Pore-Structure Investigation of Bimetallic Zeolitic Imidazolate Framework-8 Films with Varying Co/Zn Nodes Ratio Using Depth Sensitive Positronium Annihilation Lifetime Spectroscopy

Gas-framework interaction induced gate-opening phenomenon occurring in Zeolitic Imidazolate Frameworks (ZIFs) has restricted the ability of conventional experimental techniques involving gas or liquid molecules intrusion in ZIFs for determination of their inherent pore-structure. The pore-structure investigation of ZIFs based membranes/thin films using conventional techniques becomes even more difficult due to limited amount of material, and existence of pores that are not connected to exterior surface. ZIFs based membranes are proposed as an advanced alternative for size selective separation of gases mixtures, which is primarily governed by intraand inter-crystalline pore-structure of these membranes. We present a systematic investigation of depth dependent pore-structure of highly crystalline bimetallic (Zn/Co) ZIF-8 based films with varying metal ratio deposited on silicon substrate using a fast current driven synthesis method. Using depth dependent positronium annihilation lifetime spectroscopy, pore sizes corresponding to intra-crystalline pore network (aperture and central cavity) and inter-crystalline voids have been determined. Pore aperture (window for size selective separation) at near surface region is observed to be constrained compared to bulk of the films due to surface energy minimization by linker twisting. Co loading in ZIF-8 reduces the aperture and cavity pore sizes due to comparatively more rigid CoN bond.
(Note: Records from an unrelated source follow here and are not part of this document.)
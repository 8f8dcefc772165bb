import {describe, expect, it} from 'vitest';
import {geom, inches} from './unified-helpers.js';
import {limitsSides, limitsSummary, methodWords} from '../../../src/core/threads/index.js';

// Which side of a thread pair comes from a table of the standard and which from the formulas.
// The tables: ASME B1.1 standard series limits table (rows in unified-table-data.ts, copies named in
// its header); ISO 965-1:1998 tables of fundamental deviations and tolerances (iso965-data.ts), whose
// grade-6 values agree with the ISO 965-2 limits of size.

const methods = (t: string) => {
  const g = geom(t);
  return {internal: g.limits.internal.method, external: g.limits.external.method, overall: g.limitsProvenance.method};
};

describe('limits of size: provenance per side', () => {
  it('unified: each side is labelled by the rows unified-table-data.ts holds', () => {
    // 2-56 UNC: 2A and 2B rows; 1/4-20 UNC: a 2B row only; 5/16-24 UNF and 1/4-24 UN (special): none
    expect(methods('#2-56 UNC-2A/2B')).toEqual({internal: 'table', external: 'table', overall: 'table'});
    expect(methods('1/4-20 UNC-2A/2B')).toEqual({internal: 'table', external: 'formula', overall: 'formula'});
    expect(methods('5/16-24 UNF-2A/2B')).toEqual({internal: 'formula', external: 'formula', overall: 'formula'});
    expect(methods('1/4-24 UN-2A/2B')).toEqual({internal: 'formula', external: 'formula', overall: 'formula'});
    // 15/16-20 UNEF: 3A row, no 3B row (cut off in the copy); the 3A values are the table's
    const g = geom('15/16-20 UNEF-3A/3B');
    expect(methods('15/16-20 UNEF-3A/3B')).toEqual({internal: 'formula', external: 'table', overall: 'formula'});
    expect(inches(g).ext).toEqual([0.9375, 0.9294, 0.905, 0.9016]);
    expect(g.limits.external).toMatchObject({method: 'table', kind: 'standard', source: 'ASME B1.1 standard series limits table, class 3A'});
    expect(g.limits.internal.kind).toBe('formula');
    expect(g.limits.internal.source).toMatch(/^ASME B1\.1 tolerance formulas \(from memory\) for class 3B: pitch-diameter tolerance \(0\.975 x that of 2A\) and minor-diameter tolerance, .*labelled fallback, not table values$/);
    expect(limitsSummary(g)).toBe('3B from formulas (fallback), 3A from the table');
  });

  it('unified 2B table / 2A formula: the tapped-hole side reads as table values', () => {
    // ASME B1.1 limits, 1/4-20 UNC-2B (UNC 2B chart, ar.scribd.com/document/395466526): D1 0.196/0.207 in,
    // D2 0.2175/0.2224 in, D min 0.2500 in
    const g = geom('1/4-20 UNC');
    expect(inches(g).int).toEqual([0.196, 0.207, 0.2175, 0.2224, 0.25]);
    expect(g.limits.internal).toMatchObject({method: 'table', kind: 'standard', source: 'ASME B1.1 standard series limits table, class 2B'});
    expect(g.limits.external).toMatchObject({method: 'formula', kind: 'formula'});
    expect(g.limits.external.source).toMatch(/class 2A: pitch-diameter tolerance, allowance and major-diameter tolerance/);
    expect(limitsSummary(g)).toBe('2B from the table, 2A from formulas (fallback)');
    expect(limitsSides(g).map(s => `${s.side} ${s.cls} ${methodWords(s)}`)).toEqual(['internal 2B table', 'external 2A formulas (fallback)']);
  });

  it('metric: a side is table when its deviation and both tolerances come from the ISO 965-1 tables', () => {
    expect(methods('M10x1.5-6H/6g')).toEqual({internal: 'table', external: 'table', overall: 'table'});
    const m10 = geom('M10x1.5-6H/6g');
    expect(m10.limits.internal).toMatchObject({method: 'table', kind: 'standard'});
    expect(limitsSummary(m10)).toBe('6H and 6g from the table');
    // grade 7 values are from memory of the ISO 965-1 tables (iso965-tables.ts): table, kind memory, per side
    const m7 = geom('M10x1.5-7H/6g');
    expect(m7.limits.internal).toMatchObject({method: 'table', kind: 'memory'});
    expect(m7.limits.internal.source).toMatch(/class 7H; grades other than 6 .* from memory/);
    expect(m7.limits.external).toMatchObject({method: 'table', kind: 'standard'});
    expect(methodWords(m7.limits.internal)).toBe('table (from memory)');
    expect(limitsSummary(m7)).toBe('7H from the table (from memory), 6g from the table');
    // TD1 and TD2 grade 8 for P 0.35 mm are not in the shipped tables: 8H from the formulas, 6g from the tables
    expect(methods('M1.6-8H/6g')).toEqual({internal: 'formula', external: 'table', overall: 'formula'});
    expect(geom('M1.6-8H/6g').limits.internal.source).toMatch(/for TD1 and TD2 of class 8H; EI from the ISO 965-1:1998 tables; labelled fallback/);
  });

  it('special threads: formulas on both sides', () => {
    const g = geom('M10x1.3');
    expect(methods('M10x1.3')).toEqual({internal: 'formula', external: 'formula', overall: 'formula'});
    expect(g.limits.external.source).toMatch(/^ISO 965-1 generating formulas \(from memory of ISO 965-1\), rounded to 1 µm, for es, Td and Td2 of class 6g; labelled fallback/);
    expect(limitsSummary(g)).toBe('6H and 6g from formulas (fallback)');
  });
});
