/**
 * yoga-layout (Ink's layout engine) instantiates its WebAssembly with a
 * module-level `await`. The build's CommonJS workbench bundle cannot wait at
 * module level, so the build patches yoga to start that work at load and leave
 * the promise under this symbol (scripts/build-support/cjs-plugin.mjs); the
 * launcher waits for it before the first render. From source (tests, tsc),
 * there is nothing to wait for.
 */
export const YOGA_READY = Symbol.for('tapwright.yoga-ready');

export async function yogaReady(): Promise<void> {
  await (globalThis as Record<symbol, unknown>)[YOGA_READY];
}
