"""Per-tone prediction of the complex channel over the life of the next map.

A map is made from the estimate of frame ``k``, comes into force ``lead`` frames later and stays
in force at least until the next map is allowed. On a fading channel the tones it is loaded for
move meanwhile; loading each tone for its *worst* SNR over that horizon is what pays, so the
horizon has to be predicted. :class:`ChannelPredictor` does it in the complex domain, where a
tone passing through a notch is a smooth path through (or near) zero rather than a cusp in dB:

1. **Common rotation and timing.** The receiver's phase reference and frame timing differ from
   frame to frame: every tone's estimate turns by a common phase plus a phase linear in the
   tone index (a timing step of ``d`` samples is ``2 pi d / N`` per bin). Both are removed
   against the previous (aligned) estimate (:func:`align_phase`: the ramp that maximises the
   periodogram of ``H_t conj(H_prev)`` over the bins, by two Newton steps from the lag-one
   correlation over neighbouring bins, or a zero-padded FFT search where those do not reach a
   clear peak; then the common phase), so only each tone's own motion is left. The ramp must
   be right to a few thousandths of a radian per bin: at 0.005 rad/bin the band's edges turn
   by half a radian, which the prediction takes for fading (the lag-one correlation alone is
   off by that much and made the tail errors of the prediction 2 dB worse on EVA at 1 Hz).
2. **Denoising across tones.** A channel whose delay spread is ``tau`` varies over the tones
   no faster than ``tau`` times the tone spacing cycles per tone: its frequency response lies
   (almost) in the span of a few discrete prolate spheroidal vectors of the tone set
   (:func:`band_basis`; Slepian 1978). Each estimate is projected on them around its delay
   centre (the angle of the lag-one correlation over bins), which keeps the channel and
   removes most of the estimation noise (the share ``1 - D / N`` of it). ``delay_width`` is
   the half-width of that window: the default 0.075 cycles per tone covers the 5 us of the
   3GPP ETU profile at 15 kHz tones (TS 36.101 Annex B.2), centred. An estimate that loses
   more than 5 % of its power to the projection (a longer delay spread, a synthetic channel
   of independent tones) is kept as it came; so is each tone the projection moves by more
   than its noise variance (a channel estimate over N known symbols errs by about
   ``noise_var / N``): a step across the band (a filter edge, a fade of a band of tones) is
   outside every delay window, and its smear would raise the tones inside the step by many dB.
3. **Prediction under Clarke's model.** Per tone, the next frames are a linear combination of
   the last ``window`` estimates, with the Wiener-Hopf weights of a process whose
   autocorrelation is ``J0(2 pi f_D tau)`` (:func:`clarke_weights`; Jakes 1974;
   Duel-Hallen, Hu and Hallen 2000). ``f_D`` is measured, not configured: a bank of such
   filters for fading rates about 1.5x apart (0 to 0.15 cycles per frame) is scored on every
   other estimate by its error at the far end of the horizon, and the one with the least
   smoothed error is used (another only when 10 % better: :attr:`ChannelPredictor.doppler_hz`).
   Choosing by measured error rather than by the correlation's ``J0`` inverted also copes
   with what the alignment takes out of the motion and with channels that are not Clarke's.
   A static channel is predicted by the average of the window, a fading one by its
   extrapolation. Where even the best filter's far error is above half the channel's power
   (:data:`PREDICTABLE_ERROR`; fading faster than a fraction of the horizon, and before it is
   measured) the predictor offers nothing and the estimator keeps its plain view.
4. **Prediction error, measured.** Each new estimate is compared with what the filter
   predicted for it from the windows that ended 1, 2, ... frames earlier (one matrix product
   over the kept estimates), which gives the mean squared error per tone at each horizon
   (exponentially weighted over ``error_tau_s``, pooled over the tone and its neighbours
   either side). The *allowance* at horizon ``h`` is the error there beyond the one-frame error
   (mostly estimation noise), ``sqrt(max(e2(h) - e2(1), 0))``: zero for a static channel,
   growing with the horizon where the channel moves.
5. **Worst over the horizon.** For horizons of one frame interval up to ``horizon_s`` the
   predicted magnitude less ``allowance_sigmas`` allowances, squared, gives a lower bound of the
   tone's power. :meth:`ChannelPredictor.worst_snr_db` is its minimum over the horizon on the
   smoothed noise variance: the per-tone noise of one frame is a noisy estimate of its own
   (about 1.2 dB spread from 12 data symbols), the noise of a link moves slowly
   (``noise_tau_s``), and each tone's is taken at least at the mean of its neighbours
   (noise and interference are a floor with peaks; a tone far below its neighbours was
   estimated from wrong decisions). :meth:`ChannelPredictor.restart` (a confirmed jump) lifts
   a tone's smoothed noise at once to its newest where that is higher (an interferer that
   came). :meth:`ChannelPredictor.fall_db` is the fall relative to the predicted present
   power, for sources whose channel and noise do not explain their SNR.

Why this and not a per-tone line: a line through the last few estimates ignores how fast the
channel fades and, through noisy estimates, turns noise into trends; the Clarke filter knows
the fading rate from the data and averages where the channel is still. Beyond a fraction of the
coherence time ``0.423 / f_D`` no filter predicts a Rayleigh tone well (at 5 Hz Doppler and a
0.1 s horizon ``2 pi f_D tau`` is 3.1, beyond ``J0``'s first zero).

Cost: the predictor runs on every estimate, so it is a few fixed products per frame: the kept
estimates sit in a ring stored twice over (the newest rows are always one contiguous block),
complex rows are treated as pairs of reals for the matrix products, the basis and the filter
weights are made once per plan and choice, all horizons are predicted and scored in one
product each, and what moves slowly is refreshed every few estimates (the filter choice every
other one, the delay centre and the pooled error and noise statistics every fourth).
"""

from __future__ import annotations

import math
from types import MappingProxyType

import numpy as np
from scipy.linalg import eigh
from scipy.special import j0

from brimline.daemon.limits import NON_NEGATIVE, POSITIVE, between, check_values

__all__ = ["ChannelPredictor", "PREDICTOR_LIMITS", "common_rotation", "align_phase",
           "clarke_weights", "band_basis"]

#: The limit of each keyword argument of :class:`ChannelPredictor`.
PREDICTOR_LIMITS = MappingProxyType({
    "horizon_s": NON_NEGATIVE,
    "window": between(2, 64),
    "allowance_sigmas": NON_NEGATIVE,
    "error_tau_s": POSITIVE,
    "pool_tones": between(0, 32),
    "floor_db": NON_NEGATIVE,
    "delay_width": between(0, 0.5),
    "noise_tau_s": POSITIVE,
})

_MAX_STEPS = 64        # horizons kept, in frames
_RIDGE = 1e-3          # noise-to-signal floor of the prediction filter (regularisation)
#: Candidate fading rates of the prediction filter, ``2 pi f_D dt`` (f_D times the frame
#: interval: 0 to 0.12 cycles per frame, 0 to 6 Hz at 50 frames/s), about 1.5x apart.
_BANK_X = 2 * np.pi * np.array([0.0, 0.004, 0.006, 0.009, 0.0135, 0.02, 0.03, 0.045, 0.07,
                                0.1, 0.15])
_NEWTON_STEPS = 2      # Newton steps of the timing ramp from its lag-one start
_CHOOSE_EVERY = 2      # estimates between scorings of the candidate filters
_POOL_EVERY = 4        # estimates between poolings of the error and noise statistics
_SLOW = ("allowance", "noise")
_PROJECTION_LOSS = 0.05   # share of an estimate's power the projection may remove
_CENTRE_EVERY = 4      # estimates between looks at the delay centre
_COHERENT = 0.85       # |sum| / sum|.| below which the ramp is searched in full
_CHOICE_TAU_S = 2.0    # time constant of the candidates' error tracking, s
#: The far-horizon error (relative to the channel's power) below which the prediction is
#: loaded on: above it the channel decorrelates within the horizon (fading faster than a
#: fraction of the map's life) and the present view with its spread serves better.
PREDICTABLE_ERROR = 0.5
#: Half-width in tones of the local mean that floors each tone's noise variance.
NOISE_POOL_TONES = 8
_BASES: dict[tuple, np.ndarray] = {}   # per tone set and width (eigenvectors are costly)


def common_rotation(channel: np.ndarray, previous: np.ndarray) -> float:
    """The phase common to all tones between two channel estimates, radians.

    Parameters
    ----------
    channel, previous : ndarray of complex
        Per-tone estimates of the same tones.

    Returns
    -------
    float
        ``angle(sum(channel * conj(previous)))``; 0 when the sum is zero.

    Notes
    -----
    The maximum-likelihood estimate of a common phase between two noisy vectors (the same
    statistic as a data-aided carrier phase estimator, e.g. Mengali and D'Andrea, "Synchronization
    Techniques for Digital Receivers", 1997, ch. 5); tones with more power weigh more.
    """
    s = np.vdot(previous, channel)   # sum(conj(previous) * channel)
    return 0.0 if s == 0 else math.atan2(s.imag, s.real)


def align_phase(channel: np.ndarray, reference: np.ndarray, tone_index: np.ndarray) -> np.ndarray:
    """``channel`` turned by the phase ramp and common phase that best align it with
    ``reference``.

    Parameters
    ----------
    channel, reference : ndarray of complex
        Per-tone estimates of the same tones.
    tone_index : ndarray of int
        The tones' signed FFT bins.

    Returns
    -------
    ndarray of complex128

    Notes
    -----
    The ramp ``theta`` maximises ``|sum(D_k exp(-1j theta bin_k))|`` with ``D = channel *
    conj(reference)``: the maximum-likelihood estimate of a delay from a frequency response
    (a periodogram peak, as in Rife and Boorstyn, "Single-tone parameter estimation from
    discrete-time observations", IEEE Trans. Inf. Theory 20(5), 1974), searched on an FFT
    zero-padded to twice the span, refined by a parabola through the peak and one Gauss-Newton
    step on the remaining phases; the common phase is the angle of the sum at ``theta``.
    (The lag-one correlation over bins alone was tried: cheaper, but its ramp errors made
    the prediction's tail errors about 2 dB worse on EVA at 1 Hz.)
    """
    return _Aligner(tone_index).align(np.asarray(channel, dtype=np.complex128), reference)


class _Aligner:
    """The per-plan constants of :func:`align_phase` and its work arrays (one FFT size, the
    grid's zero padding written once)."""

    def __init__(self, tone_index: np.ndarray) -> None:
        bins = np.array(tone_index, dtype=np.int64)
        self.key = bins.tobytes()
        self.bins = bins
        near = np.flatnonzero(np.diff(bins) == 1)
        self.lo, self.hi = near, near + 1   # index pairs one bin apart (the delay centre)
        if not near.size:   # no neighbours one bin apart: any pair
            self.lo, self.hi = np.arange(bins.size - 1), np.arange(1, bins.size)
        self.fbins = bins.astype(np.float64)
        self.fbins2 = self.fbins * self.fbins
        self.minus_j_bins = -1j * self.fbins
        span = int(bins.max() - bins.min()) + 1 if bins.size else 1
        self.size = size = 1 << max(6, int(math.ceil(math.log2(2 * span))))
        self.slots = (bins - bins.min()) % size
        self.grid = np.zeros(size, dtype=np.complex128)
        self.power = np.empty(size)
        self.d = np.empty(bins.size, dtype=np.complex128)
        self.turn = np.empty(bins.size, dtype=np.complex128)

    def align(self, h: np.ndarray, reference: np.ndarray) -> np.ndarray:
        """:func:`align_phase` of ``h`` (complex128): one Newton step on the periodogram from
        the lag-one start, the zero-padded FFT search where that does not reach a clear peak;
        returns a fresh array."""
        d = h * np.conj(reference)
        s = np.vdot(d[self.lo], d[self.hi])
        theta = math.atan2(s.imag, s.real) if s != 0 else 0.0
        b = self.fbins
        for _ in range(_NEWTON_STEPS):
            w = np.exp(self.minus_j_bins * theta)
            w *= d
            s0 = w.sum()
            s1 = b @ w          # S' / (-1j)
            s2 = self.fbins2 @ w   # S'' / (-1)
            # f = |S|**2: f' = 2 Re(S' conj(S)), f'' = 2 Re(S'' conj(S)) + 2 |S'|**2
            f1 = 2.0 * (-1j * s1 * s0.conjugate()).real
            f2 = -2.0 * (s2 * s0.conjugate()).real + 2.0 * (s1.real ** 2 + s1.imag ** 2)
            if not f2 < 0:
                break
            theta -= f1 / f2
        turned = h * np.exp(self.minus_j_bins * theta)
        s0 = np.vdot(reference, turned)     # sum(h * turn * conj(reference))
        if not abs(s0) >= _COHERENT * float(np.abs(d).sum()):
            # the start was off the main lobe (a large timing step) or the estimates hardly
            # agree: the full search
            return self.search(h, reference)
        h = turned
        h *= complex(s0.real, -s0.imag) / abs(s0)
        return h

    def search(self, h: np.ndarray, reference: np.ndarray) -> np.ndarray:
        """The periodogram peak on the zero-padded FFT, a parabola through it and one
        Gauss-Newton step on the remaining phases; returns a fresh array."""
        bins, size, turn = self.bins, self.size, self.turn
        d = np.multiply(h, np.conj(reference), out=self.d)
        grid = self.grid
        grid[self.slots] = d
        power = np.abs(np.fft.fft(grid), out=self.power)
        np.square(power, out=power)            # what ``** 2`` computes
        k = int(power.argmax())
        y0, y1, y2 = power[k - 1], power[k], power[(k + 1) % size]
        den = y0 - 2.0 * y1 + y2
        frac = 0.5 * (y0 - y2) / den if den < 0 else 0.0
        theta = 2.0 * math.pi * (k + frac) / size
        if theta > math.pi:
            theta -= 2.0 * math.pi
        rest = np.multiply(-1j * theta, bins, out=turn)
        np.exp(rest, out=rest)
        np.multiply(d, rest, out=rest)
        total = rest.sum()
        if total != 0:
            phi = rest * np.conj(total)
            phi = np.arctan2(phi.imag, phi.real)   # np.angle, without its wrapper
        else:
            phi = np.zeros(bins.size)
        w = np.abs(rest)
        centred = bins - (w @ bins) / max(float(w.sum()), 1e-300)
        wc = np.multiply(w, centred, out=w)
        den = float(wc @ centred)
        if den > 0:
            theta += float(wc @ phi) / den
        ramp = np.multiply(-1j * theta, bins, out=turn)
        np.exp(ramp, out=ramp)
        h = h * ramp
        rot = common_rotation(h, reference)
        np.multiply(h, complex(math.cos(rot), -math.sin(rot)), out=h)
        return h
Inter-crystalline void size of the films is reduced on ~ 13.5% Co loading in ZIF-8, which is consistent with the high gas separation selectivity of membranes reported with this loading. Positronium intensity variation corresponding to different pores indicates that pore interconnectivity is reduced in the films with Co loading ~ 30- 60 %. Pore network of bimetallic films is observed to be highly stable up to 200 oC under vacuum annealing, whereas under atmospheric condition pore network begins collapsing from 100 oC, which is much earlier than the decomposition temperature of ZIF-8 and ZIF-67. The study also reveals, first time, a novel temperature dependent aperture pore opening in bimetallic films due to enhanced ligand swinging at higher temperatures.